#### PROBLEM TO WORK ON:
Please restate, word for word, the lines below that begin at the one with "c.change(&a)" and end at the one with "if err == nil". Leave out all other lines.

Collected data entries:
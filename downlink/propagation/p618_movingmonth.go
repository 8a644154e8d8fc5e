package propagation

// Each hands over what the path takes in every interval at every percentage evaluated,
// the percentages rising within an interval.
func (m *Moving) Each(visit func(interval int, p Exceedance, s Sample, k Sky)) {
	for i := range m.shares {
		for k, p := range m.percent {
			visit(i, Exceedance(p)*Percent, m.samples[k][i], m.skies[k][i])
		}
	}
}

// ExceedingInWorstMonth is Exceeding for the average worst month: at each elevation the
// percentage of the year becomes that of the worst month by P.841-6 with its global
// values. What holds all the year holds all the month.
func (m *Moving) ExceedingInWorstMonth(excess func(interval int, s Sample, k Sky) float64) Span {
	var total Span
	for i, share := range m.shares {
		one := m.interval(i, excess)
		total.Low += share.Share * monthOf(one.Low)
		total.High += share.Share * monthOf(one.High)
	}
	return total
}

func monthOf(year float64) float64 {
	if year <= 0 || year >= 1 {
		return year
	}
	return min(1, worstMonth(100*year)/100)
}
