package station

import (
	"math"
	"strings"
	"testing"

	"slantwise/orbit/unit"
)

// goodDish is an invented antenna that can be used.
func goodDish() Antenna {
	return Antenna{Name: "dish", Kind: Dish, Diameter: 3.7, Efficiency: 0.6, Noise: &Noise{
		AntennaTemperature: Constant(60), Chain: []Stage{{Name: "amplifier", Gain: 40, NoiseTemperature: kelvin(50)}}}}
}

func TestValidateAntenna(t *testing.T) {
	nan := math.NaN()
	for _, c := range []struct {
		name   string
		change func(*Antenna)
		want   string // "": no fault
	}{
		{"a good dish", func(*Antenna) {}, ""},
		{"efficiency 1.2", func(a *Antenna) { a.Efficiency = 1.2 }, "efficiency: 1.2 is not allowed; it must be 0 to 1"},
		{"efficiency not a number", func(a *Antenna) { a.Efficiency = nan }, "efficiency: NaN"},
		{"diameter negative", func(a *Antenna) { a.Diameter = -1 }, "diameter: -1 m"},
		{"diameter infinite", func(a *Antenna) { a.Diameter = unit.Length(math.Inf(1)) }, "diameter: +Inf m"},
		{"feed loss negative", func(a *Antenna) { a.FeedLoss = -0.1 }, "feed loss: -0.1 dB"},
		{"whole aperture in shadow", func(a *Antenna) { a.BlockageFraction = 1 }, "blockage fraction: 1"},
		{"extra loss negative", func(a *Antenna) { a.ExtraLosses = []Loss{{Name: "radome", Loss: -1}} }, `extra loss "radome": -1 dB`},
		{"band upside down", func(a *Antenna) { a.Bands = []Band{{8400, 8025}} }, "band 1"},
		{"a dish of no size", func(a *Antenna) { a.Diameter = 0 }, "a dish needs diameter and efficiency"},
		{"directive without gain", func(a *Antenna) { a.Kind = Directive }, "a directive antenna needs its gain as measured"},
		{"fixed without beamwidth", func(a *Antenna) { a.Kind, a.Diameter, a.Gain = Fixed, 0, Constant(8) }, "needs the beamwidth"},
		{"no noise", func(a *Antenna) { a.Noise = nil }, "the noise is not known"},
		{"no antenna temperature", func(a *Antenna) { a.Noise.AntennaTemperature = nil }, "lacks the antenna temperature"},
		{"no chain", func(a *Antenna) { a.Noise.Chain = nil }, "lacks the receiver chain"},
		{"antenna temperature negative", func(a *Antenna) { a.Noise.AntennaTemperature = Constant(-3) }, "antenna temperature: -3 K"},
		{"spill-over alone", func(a *Antenna) { a.Noise.AntennaTemperature, a.Noise.SpillOver = nil, Constant(0.1) }, ""},
		{"spill-over beside antenna temperature", func(a *Antenna) { a.Noise.SpillOver = Constant(0.1) }, "stands beside a spill-over"},
		{"spill-over in percent", func(a *Antenna) { a.Noise.AntennaTemperature, a.Noise.SpillOver = nil, Constant(10) }, "spill-over: 10 is not allowed"},
		{"G/T beside noise", func(a *Antenna) { a.GOverT = Constant(20) }, "stands beside a noise description"},
		{"system noise beside a chain", func(a *Antenna) { a.Noise.SystemTemperature = Constant(100) }, "stands beside antenna temperature"},
		{"system noise of 0 K", func(a *Antenna) { a.Noise = &Noise{SystemTemperature: Constant(0)} }, "system noise temperature: 0 K"},
		{"gain stage without noise", func(a *Antenna) { a.Noise.Chain[0].NoiseTemperature = nil }, "needs its noise temperature or noise figure"},
		{"stage with both", func(a *Antenna) { a.Noise.Chain[0].NoiseFigure = db(1) }, "both noise temperature and noise figure"},
		{"axial ratio negative", func(a *Antenna) { a.Polarization = &Polarization{AxialRatio: db(-1)} }, "axial ratio: -1 dB"},
		{"G/T alone", func(a *Antenna) { *a = Antenna{Kind: Directive, GOverT: Constant(20)} }, ""},
	} {
		a := goodDish()
		c.change(&a)
		err := a.Validate()
		switch {
		case c.want == "" && err != nil:
			t.Errorf("%s: %v", c.name, err)
		case c.want != "" && (err == nil || !strings.Contains(err.Error(), c.want)):
			t.Errorf("%s: got %v, want %q in it", c.name, err, c.want)
		}
	}
}

func TestValidateTellsAllFaults(t *testing.T) {
	a := goodDish()
	a.Efficiency, a.FeedLoss = 2, -1
	err := a.Validate()
	if err == nil || !strings.Contains(err.Error(), "efficiency") || !strings.Contains(err.Error(), "feed loss") {
		t.Errorf("got %v, want both faults", err)
	}
}
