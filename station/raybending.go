package station

import "math"

// ray is a ray through the exponential atmosphere, told by its elevation at a
// reference height: (r+x) n(x) cos φ stays what it is there (Snell's law in spherical
// layers). Heights are in km.
type ray struct{ height, sin, cos float64 }

// seaHorizon returns the apparent elevation in rad of a ray that grazes the sea, for
// a station at h km: θm = -arccos(r n(0) / ((r+h) n(h))), Rec. ITU-R P.834-9,
// section 4. A station at or below sea level looks along its own horizon.
func seaHorizon(h float64) float64 {
	if h <= 0 {
		return 0
	}
	// By the half angle, since the arc cosine loses the digits of small heights.
	return -2 * math.Asin(math.Sqrt(-growth(-h, h)/2))
}

// growth returns (r+x) n(x) / ((r+h) n(h)) - 1 for x = h + rise, in km.
func growth(rise, h float64) float64 {
	n := 1 + refractionA*math.Exp(-refractionB*h)
	dn := (n - 1) * math.Expm1(-refractionB*rise)
	return (rise*(n+dn) + (refractionRadius+h)*dn) / ((refractionRadius + h) * n)
}

// growthRate is the derivative of growth at the height x, in 1/km.
func growthRate(x, h float64) float64 {
	nx, nh := refractionA*math.Exp(-refractionB*x), refractionA*math.Exp(-refractionB*h)
	return (1 + nx - (refractionRadius+x)*refractionB*nx) / ((refractionRadius + h) * (1 + nh))
}

// bendingIntegral returns the bending in rad of a ray that arrives at a station at
// h km under the apparent elevation theta:
//
//	τ = -∫ n'(x) / (n(x) tan φ) dx,  (r+x) n(x) cos φ = (r+h) n(h) cos θ
//
// over the ray, x the height in km. Source: Rec. ITU-R P.834-9, section 4.
func bendingIntegral(h, theta float64) float64 {
	sin, cos := math.Sincos(theta)
	top := h + refractionTop
	if theta >= 0 {
		// The ray's lowest point, continued below the station, is near h - depth; more
		// depth than half the radius makes the integrand no smoother.
		depth := math.Min(sin*sin/(2*cos*cos*growthRate(h, h)), refractionRadius/2)
		return ray{h, sin, cos}.bending(h-depth, h, top)
	}
	low := math.Min(h, lowestPoint(h, sin*sin/(1+cos)))
	level := ray{low, 0, 1}
	return level.bending(low, low, h) + level.bending(low, low, top)
}

// lowestPoint returns the height in km where a ray that leaves h downwards is level,
// by Newton's method; versine is 1 - cos θ at h.
func lowestPoint(h, versine float64) float64 {
	x := h
	for range 20 {
		step := (growth(x-h, h) + versine) / growthRate(x, h)
		x -= step
		if math.Abs(step) < 1e-12 {
			break
		}
	}
	return x
}

// bending integrates the bending of the ray between two heights in km. The variable
// is s with x = base + s², base near the ray's lowest point, where 1/tan φ goes as
// 1/s: that takes the singularity away.
func (y ray) bending(base, from, to float64) float64 {
	lo, hi := math.Sqrt(from-base), math.Sqrt(to-base)
	under := base - y.height // 0 for a level ray, whose growth must not be a difference
	if !(hi > lo) {
		return 0
	}
	const panels = 4
	width := (hi - lo) / panels
	sum := 0.0
	for p := range panels {
		mid := lo + (float64(p)+0.5)*width
		for i, node := range gaussNodes {
			sum += gaussWeights[i] * (y.rate(under, mid-node*width/2) + y.rate(under, mid+node*width/2))
		}
	}
	return sum * width / 2
}

// rate is the integrand in s, in rad, at under + s² km over the ray's reference.
func (y ray) rate(under, s float64) float64 {
	rise := under + s*s
	q := growth(rise, y.height)
	n1 := refractionA * math.Exp(-refractionB*(y.height+rise))
	// tan² φ = (sin² θ + 2q + q²) / cos² θ.
	tan := math.Sqrt(y.sin*y.sin+q*(2+q)) / y.cos
	return 2 * s * refractionB * n1 / ((1 + n1) * tan)
}

// Positive nodes and weights of the ten-point Gauss-Legendre rule (Abramowitz and
// Stegun, Handbook of Mathematical Functions, 1964, table 25.4).
var (
	gaussNodes   = [5]float64{0.148874338981631, 0.433395394129247, 0.679409568299024, 0.865063366688985, 0.973906528517172}
	gaussWeights = [5]float64{0.295524224714753, 0.269266719309996, 0.219086362515982, 0.149451349150581, 0.066671344308688}
)
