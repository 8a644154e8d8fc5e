package station

import (
	"fmt"
	"math"
	"slices"

	"slantwise/orbit/unit"
)

// Tabulated is a quantity given as one figure, or as a table over elevation, or
// over elevation and frequency: linear between its nodes, held at its ends (Span
// tells where they are, so that a caller can say it). It is immutable.
type Tabulated struct {
	elevations  []float64   // deg, rising; at least one
	frequencies []float64   // MHz, rising; at least one
	values      [][]float64 // by frequency, then by elevation
	flat        bool        // one figure for every elevation and frequency
}

// Constant returns the quantity that is v at every elevation and frequency.
func Constant(v float64) *Tabulated {
	return &Tabulated{elevations: []float64{0}, frequencies: []float64{0}, values: [][]float64{{v}}, flat: true}
}

// TabulateElevation returns the quantity given by rows of elevation in deg and
// value. Elevations lie in [-90, 90] and rise strictly; the error names the row.
func TabulateElevation(rows [][2]float64) (*Tabulated, error) {
	grid := make([][3]float64, len(rows))
	for i, r := range rows {
		grid[i] = [3]float64{r[0], 0, r[1]}
		if i > 0 && !(r[0] > rows[i-1][0]) {
			return nil, fmt.Errorf("row %d: elevation %g deg does not rise over %g deg; sort the rows by elevation, each once", i+1, r[0], rows[i-1][0])
		}
	}
	return TabulateGrid(grid)
}

// TabulateGrid returns the quantity given by rows of elevation in deg, frequency in
// MHz and value, in any order: every elevation with every frequency, each once.
func TabulateGrid(rows [][3]float64) (*Tabulated, error) {
	if len(rows) == 0 {
		return nil, fmt.Errorf("the table has no rows; give at least one")
	}
	t := &Tabulated{}
	for i, r := range rows {
		for _, v := range r {
			if math.IsNaN(v) || math.IsInf(v, 0) {
				return nil, fmt.Errorf("row %d: %v holds a value that is not a finite number", i+1, r)
			}
		}
		if !(r[0] >= -90 && r[0] <= 90) {
			return nil, fmt.Errorf("row %d: %w", i+1, &unit.RangeError{Quantity: "elevation", Value: r[0], Unit: "deg", Allowed: "-90 to 90 deg"})
		}
		t.elevations = append(t.elevations, r[0])
		t.frequencies = append(t.frequencies, r[1])
	}
	t.elevations, t.frequencies = sortedOnce(t.elevations), sortedOnce(t.frequencies)
	t.values = make([][]float64, len(t.frequencies))
	for i := range t.values {
		t.values[i] = slices.Repeat([]float64{math.NaN()}, len(t.elevations))
	}
	for i, r := range rows {
		e, _ := slices.BinarySearch(t.elevations, r[0])
		f, _ := slices.BinarySearch(t.frequencies, r[1])
		if !math.IsNaN(t.values[f][e]) {
			return nil, fmt.Errorf("row %d: elevation %g deg with frequency %g MHz stands twice", i+1, r[0], r[1])
		}
		t.values[f][e] = r[2]
	}
	for f := range t.values {
		for e, v := range t.values[f] {
			if math.IsNaN(v) {
				return nil, fmt.Errorf("no row for elevation %g deg with frequency %g MHz; give every elevation with every frequency", t.elevations[e], t.frequencies[f])
			}
		}
	}
	return t, nil
}

func sortedOnce(v []float64) []float64 {
	slices.Sort(v)
	return slices.Compact(v)
}
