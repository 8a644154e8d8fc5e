package station

import (
	"math"

	"slantwise/orbit"
	"slantwise/orbit/unit"
)

// LookSpread is what an uncertain position does to the direction that it is seen in
// and to the range rate: one standard deviation each, to first order. The direction's
// error is an ellipse on the sky; Along and Across cut it along the apparent motion
// and at a right angle to it, Major and Minor are its half axes.
type LookSpread struct {
	Along, Across unit.Angle
	Major, Minor  unit.Angle
	Elevation     unit.Angle
	Range         unit.Length
	RangeRate     unit.Speed
}

// Total returns the error of the direction, root mean square over both axes together,
// as Antenna.PointingRMS counts it.
func (l LookSpread) Total() unit.Angle {
	return unit.Angle(math.Hypot(l.Along.Radians(), l.Across.Radians()))
}

// earthGravity is the geocentric gravitational constant of WGS-84 in m³/s² (NGA
// STND.0036).
const earthGravity = 3.986004418e14

// LookSpread returns what a spread does at an Earth-fixed state as the site sees it.
// The state must not be at the site itself.
//
// 3 km along the track, 500 km overhead, are 0.34 deg (TestLookSpreadOverhead); draws
// of neighbouring orbits agree within their sampling error (TestSpreadOfDrawnOrbits in
// station/pass).
//
// A spread tells nothing of velocities. For the range rate a spacecraft off along the
// track is taken to fly the same orbit earlier or later; one that is off radially to
// have the same energy, so an error of the eccentricity, whose swing along the track
// is twice the radial one and contained in Along; one that is off across to fly a
// plane turned about an axis of any direction. An error of energy itself shows as
// growth along the track, not here.
func (f *Frame) LookSpread(state orbit.State, spread orbit.Spread) LookSpread {
	d := state.Position.Sub(f.Origin)
	rho := d.Norm()
	sight := d.Scale(1 / rho)
	axes := state.Axes()
	sigma := func(g orbit.Vec3) float64 {
		return math.Sqrt(spread.Variance(g.Dot(axes.Radial), g.Dot(axes.Along), g.Dot(axes.Across)))
	}
	var l LookSpread
	l.Range = unit.Length(sigma(sight))
	if e := f.Up.Sub(sight.Scale(f.Up.Dot(sight))); e.Norm() > zenithSine {
		l.Elevation = unit.Angle(sigma(e.Unit()) / rho)
	}
	motion := state.Velocity.Sub(sight.Scale(state.Velocity.Dot(sight)))
	along := motion.Unit()
	if along.Norm() == 0 { // straight at the site: any direction across the sight will do
		along = sight.Cross(f.East).Unit()
	}
	across := sight.Cross(along)
	l.Along, l.Across = unit.Angle(sigma(along)/rho), unit.Angle(sigma(across)/rho)
	// The variance along the diagonal tells how the two go together.
	diagonal := sigma(along.Add(across).Scale(math.Sqrt2/2)) / rho
	a, b := l.Along.Radians()*l.Along.Radians(), l.Across.Radians()*l.Across.Radians()
	mean := (a + b) / 2
	apart := math.Hypot((a-b)/2, diagonal*diagonal-mean)
	l.Major, l.Minor = unit.Angle(math.Sqrt(mean+apart)), unit.Angle(math.Sqrt(max(0, mean-apart)))
	l.RangeRate = unit.Speed(f.rateSpread(state, &axes, spread, sight, motion.Scale(1/rho)))
	return l
}

// rateSpread returns the standard deviation of the range rate in m/s. sweep is the
// apparent motion in rad/s.
func (f *Frame) rateSpread(state orbit.State, axes *orbit.OrbitAxes, spread orbit.Spread, sight, sweep orbit.Vec3) float64 {
	r := state.Position.Norm()
	n := axes.Rate(state.Position)
	bend := earthGravity / (r * r) / axes.Inertial.Norm() // n on a circular orbit
	// With the displacement (x, y, z) the range rate changes by δ·sweep + sight·δV, where
	// δV, relative to the turning Earth, is the inertial change less ω × δ.
	spin := orbit.Vec3{Z: 7.292115e-5}
	onSight := sight.Cross(spin) // sight·(ω × δ) = (sight × ω)·δ
	g := sweep.Sub(onSight)
	x := g.Dot(axes.Radial) - bend*sight.Dot(axes.Along)
	y := g.Dot(axes.Along) - bend*sight.Dot(axes.Radial)
	z := g.Dot(axes.Across)
	variance := spread.Variance(x, y, z)
	// The radial velocity of the swing: n times the radial spread, and it goes with the
	// swing along the track, which is twice as wide and a quarter turn apart.
	swing := n * spread.Radial.Metres() * sight.Dot(axes.Radial)
	variance += swing * swing
	if along := spread.Along.Metres(); along > 0 {
		together := min(2*spread.Radial.Metres()/along, math.Sqrt(1-spread.RadialAlong*spread.RadialAlong))
		variance += 2 * swing * y * along * together
	}
	tilt := n * spread.Across.Metres() * sight.Dot(axes.Across)
	return math.Sqrt(max(0, variance+tilt*tilt))
}
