package propagation

import "slantwise/orbit/unit"

// Parts tells which parts of the air a path takes into account.
type Parts struct{ Gas, Cloud, Rain, Scintillation bool }

// Parts returns what is in At and Sky. A part is not in it where it was left out as
// asked, where the climate does not state it, or where its Recommendation does not
// count it at the path's percentage; Notes says which.
func (p *Path) Parts() Parts {
	s, c := &p.spec, &p.spec.Climate
	return Parts{
		Gas:           !s.WithoutGas,
		Cloud:         !s.ClearSky && !s.WithoutCloud && (!c.CloudWater.Empty() || c.CloudLogNormal != nil),
		Rain:          p.model.rain != nil,
		Scintillation: p.model.scintillation != nil,
	}
}

// Medium returns the mean temperature at which the air above the site radiates.
func (p *Path) Medium() unit.Temperature { return unit.Temperature(p.medium) }

// Background returns what stands behind the air: the galaxy at its mean brightness and
// the cosmic background.
func (p *Path) Background() unit.Temperature { return unit.Temperature(p.behind) }

// Exceedance returns the share of an average year that the path was prepared for.
func (p *Path) Exceedance() Exceedance { return p.spec.Exceedance }
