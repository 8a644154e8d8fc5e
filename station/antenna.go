package station

import "slantwise/orbit/unit"

// AntennaKind tells how an antenna's gain is known and whether it follows the
// spacecraft.
type AntennaKind int

// Kinds of antenna.
const (
	Dish      AntennaKind = iota // follows; gain from diameter and efficiency, or as measured
	Directive                    // follows; gain and beamwidth as measured
	Fixed                        // looks at its boresight; gain and beamwidth as measured
)

// String returns the kind as the scenario writes it.
func (k AntennaKind) String() string {
	switch k {
	case Dish:
		return "dish"
	case Directive:
		return "directive"
	case Fixed:
		return "fixed"
	}
	return "unknown kind of antenna"
}

// Follows tells by what a steered antenna is led.
type Follows int

// Ways to follow a spacecraft.
const (
	FollowsPrediction Follows = iota // the orbit as predicted: its errors are errors of pointing
	FollowsSignal                    // the signal itself, once it is found: PointingRMS holds all that is left
)

// String returns the way as the scenario writes it.
func (f Follows) String() string {
	if f == FollowsSignal {
		return "signal"
	}
	return "prediction"
}

// DefaultBeamwidthFactor is k of the half-power beamwidth k λ/D where the scenario
// gives none: 70°, common practice for a tapered illumination (books have 58° for a
// uniform one to 73°).
const DefaultBeamwidthFactor = 70 * unit.Degree

// Antenna is a station's antenna with its losses and its noise. Gain is known from
// Diameter and Efficiency (a dish), or from Gain as measured; noise is known from
// Noise, or from GOverT as measured. Validate says what is missing.
type Antenna struct {
	Name string
	Kind AntennaKind

	Diameter         unit.Length // greater than 0 for a dish without Gain
	Efficiency       float64     // (0, 1], of the aperture, surface error and blockage apart
	SurfaceRMS       unit.Length // deviation from the ideal surface, 0 for a perfect one
	BlockageFraction float64     // [0, 1): share of the aperture's area in shadow
	BeamwidthFactor  unit.Angle  // k of k λ/D; 0: DefaultBeamwidthFactor

	Gain        *Tabulated   // dBi as measured, holding surface error and blockage; nil: from the diameter
	Beamwidth   unit.Angle   // between the half-power points; 0: from the diameter
	GOverT      *Tabulated   // dB/K as measured; nil: from Noise
	Measurement *Measurement // when and in what weather the figures above were taken; nil: not said

	GOverTElevation *unit.Angle // elevation at which a single G/T figure was taken; nil: not said

	Boresight    Direction     // of a fixed antenna
	PointingRMS  unit.Angle    // pointing error, root mean square over both axes together
	Follows      Follows       // how a steered antenna finds the spacecraft
	Polarization *Polarization // nil: left out
	Bands        []Band        // empty: any frequency
	FeedLoss     unit.DB       // between antenna and first amplifier, at the physical temperature
	ExtraLosses  []Loss        // each a term of its own
	Noise        *Noise        // nil with a measured G/T
	Mount        *Mount        // what turns it; nil: it follows whatever it is asked to
	Transmit     *Transmit     // nil: the antenna receives alone
}

// Direction is a direction in the sky of a site.
type Direction struct{ Azimuth, Elevation unit.Angle }

// Band is a span of frequencies that an antenna takes, both ends included.
type Band struct{ Low, High unit.Frequency }

// Holds tells whether f lies in the band.
func (b Band) Holds(f unit.Frequency) bool { return f >= b.Low && f <= b.High }

// Loss is a named loss between the antenna and its feed. A dissipative one turns
// the signal into heat and so also emits noise at the physical temperature.
type Loss struct {
	Name        string
	Loss        unit.DB // 0 or greater
	Dissipative bool
}

// Measurement tells when and in what weather a measured figure was taken.
type Measurement struct {
	Date    string // as the scenario gives it
	Weather string // in words
}
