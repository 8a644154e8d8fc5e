package propagation

import (
	"math"
	"slices"
)

// cloudLogNormalColumns are those that every row of the log-normal approximation
// fills; mean and sigma are read where there is cloud at the percentage.
var cloudLogNormalColumns = []string{"frequency_ghz", "elevation_deg", "exceedance_percent", "lognormal_probability_percent"}

var cloudBatch = batchModel{
	name: "cloud",
	inputs: func(b *Batch) ([]string, error) {
		if b.options.LogNormal {
			_, err := b.need(append(slices.Clone(cloudLogNormalColumns), "lognormal_mean_ln_kg_m2", "lognormal_sigma")...)
			return cloudLogNormalColumns, err
		}
		return b.need("frequency_ghz", "elevation_deg", "cloud_liquid_water_kg_m2")
	},
	results: []string{"result_cloud_attenuation_db"},
	evaluate: func(b *Batch, r *batchRow, out []float64) (err error) {
		f, el := r.number("frequency_ghz"), r.number("elevation_deg")
		if b.options.LogNormal {
			p, probability := r.number("exceedance_percent"), r.number("lognormal_probability_percent")
			mean, sigma := 0.0, 1.0 // of no consequence where there is no cloud, where the map has none
			if liquidLogNormal(p, mean, sigma, probability) > 0 {
				mean, sigma = r.number("lognormal_mean_ln_kg_m2"), r.number("lognormal_sigma")
			}
			out[0], err = cloudLogNormal(f, el, p, mean, sigma, probability, b.editions.P840, &r.notes)
			return err
		}
		out[0], err = cloudDirect(f, el, r.number("cloud_liquid_water_kg_m2"), b.editions.P840, &r.notes)
		return err
	},
}

var scintillationColumns = []string{"frequency_ghz", "elevation_deg", "exceedance_percent", "antenna_diameter_m",
	"antenna_efficiency", "wet_refractivity_n_units"}

var scintillationBatch = batchModel{
	name:    "scintillation",
	inputs:  fixed(scintillationColumns...),
	results: []string{"result_scintillation_fade_db"},
	evaluate: func(_ *Batch, r *batchRow, out []float64) (err error) {
		out[0], err = scintillationOfRow(r)
		return err
	},
}

func scintillationOfRow(r *batchRow) (float64, error) {
	return scintillationChecked(scintillation{r.number("frequency_ghz"), r.number("antenna_diameter_m"), r.number("antenna_efficiency"),
		r.number("wet_refractivity_n_units")}, r.number("elevation_deg"), r.number("exceedance_percent"), &r.notes)
}

// totalPart is a contribution to the total: taken from a column where the table has
// one of the names, else computed from columns of its own.
type totalPart struct {
	given  []string
	needed func(b *Batch) []string
	from   func(b *Batch, r *batchRow) (float64, error)
}

// held returns "1pct" or "5pct", the percentage in the names of the columns at which
// gas and cloud are held.
func held(b *Batch) string {
	if b.editions.P618 == 13 {
		return "1pct"
	}
	return "5pct"
}

var (
	gasPart = totalPart{
		given: []string{"gas_attenuation_%s_db", "gas_attenuation_%s_implied_db", "gas_attenuation_db"},
		needed: func(b *Batch) []string {
			h := held(b)
			columns := append(slices.Clone(surfaceColumns), "elevation_deg", "water_vapour_density_"+h+"_g_m3")
			if b.editions.P676 == 12 || b.has("integrated_water_vapour_"+h+"_kg_m2") {
				columns = append(columns, "integrated_water_vapour_"+h+"_kg_m2")
			}
			return columns
		},
		from: gasOfRow,
	}
	cloudPart = totalPart{
		given: []string{"cloud_attenuation_%s_db", "cloud_attenuation_db"},
		needed: func(b *Batch) []string {
			return []string{"frequency_ghz", "elevation_deg", "cloud_liquid_water_" + held(b) + "_kg_m2"}
		},
		from: func(b *Batch, r *batchRow) (float64, error) {
			return cloudDirect(r.number("frequency_ghz"), r.number("elevation_deg"), r.number("cloud_liquid_water_"+held(b)+"_kg_m2"), b.editions.P840, &r.notes)
		},
	}
	rainPart = totalPart{
		given:  []string{"rain_attenuation_db"},
		needed: func(*Batch) []string { return rainColumns },
		from:   func(_ *Batch, r *batchRow) (float64, error) { return rainOfRow(r) },
	}
	scintillationPart = totalPart{
		given:  []string{"scintillation_fade_db"},
		needed: func(*Batch) []string { return scintillationColumns },
		from:   func(_ *Batch, r *batchRow) (float64, error) { return scintillationOfRow(r) },
	}
)

// column returns the name of the column that gives the part, "" where none does.
func (p *totalPart) column(b *Batch) string {
	for _, pattern := range p.given {
		if name := expand(pattern, held(b)); b.has(name) {
			return name
		}
	}
	return ""
}

func (p *totalPart) value(b *Batch, r *batchRow) (float64, error) {
	if c := p.column(b); c != "" {
		v := r.number(c)
		if err := notNegative(c, v, "dB"); err != nil {
			return 0, &CellError{r.line, c, err}
		}
		return v, nil
	}
	return p.from(b, r)
}

var totalBatch = batchModel{
	name: "total",
	inputs: func(b *Batch) ([]string, error) {
		columns := []string{"exceedance_percent"}
		for _, p := range []*totalPart{&gasPart, &cloudPart, &rainPart, &scintillationPart} {
			if c := p.column(b); c != "" {
				columns = append(columns, c)
			} else {
				columns = append(columns, p.needed(b)...)
			}
		}
		return b.need(unique(columns)...)
	},
	results: []string{"result_total_attenuation_db"},
	evaluate: func(b *Batch, r *batchRow, out []float64) error {
		var parts [4]float64
		for i, p := range []*totalPart{&gasPart, &cloudPart, &rainPart, &scintillationPart} {
			v, err := p.value(b, r)
			if err != nil {
				return err
			}
			parts[i] = v
		}
		p := r.number("exceedance_percent")
		r.notes.beyond("P.618-"+editionNumber(b.editions.P618)+" §2.5", "exceeded percentage", p, "%", 0.001, 50)
		if p > 5 {
			parts[2] = 0 // equation (66)
		}
		if h := combinationPercent(p, b.editions.P618); h > combinationPercent(0, b.editions.P618) {
			r.notes.add(Warning, "gas and cloud are those of the columns, exceeded for %s; at this percentage the rule takes %s %%", held(b), number(h))
		}
		out[0] = combined(parts[0], parts[1], parts[2], math.Pow(parts[3], 2))
		return nil
	},
}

#### RESULT OF THIS TASK:
		c.change(&a)
		err := a.Validate()
		switch {
		case c.want == "" && err != nil:
			t.Errorf("%s: %v", c.name, err)
		case c.want != "" && (err == nil || !strings.Contains(err.Error(), c.want)):
			t.Errorf("%s: got %v, want %q in it", c.name, err, c.want)
		}
	}
}

func TestValidateTellsAllFaults(t *testing.T) {
	a := goodDish()
	a.Efficiency, a.FeedLoss = 2, -1
	err := a.Validate()
	if err == nil || !strings.Contains(err.Error(), "efficiency") || !strings.Contains(err.Error(), "feed loss") {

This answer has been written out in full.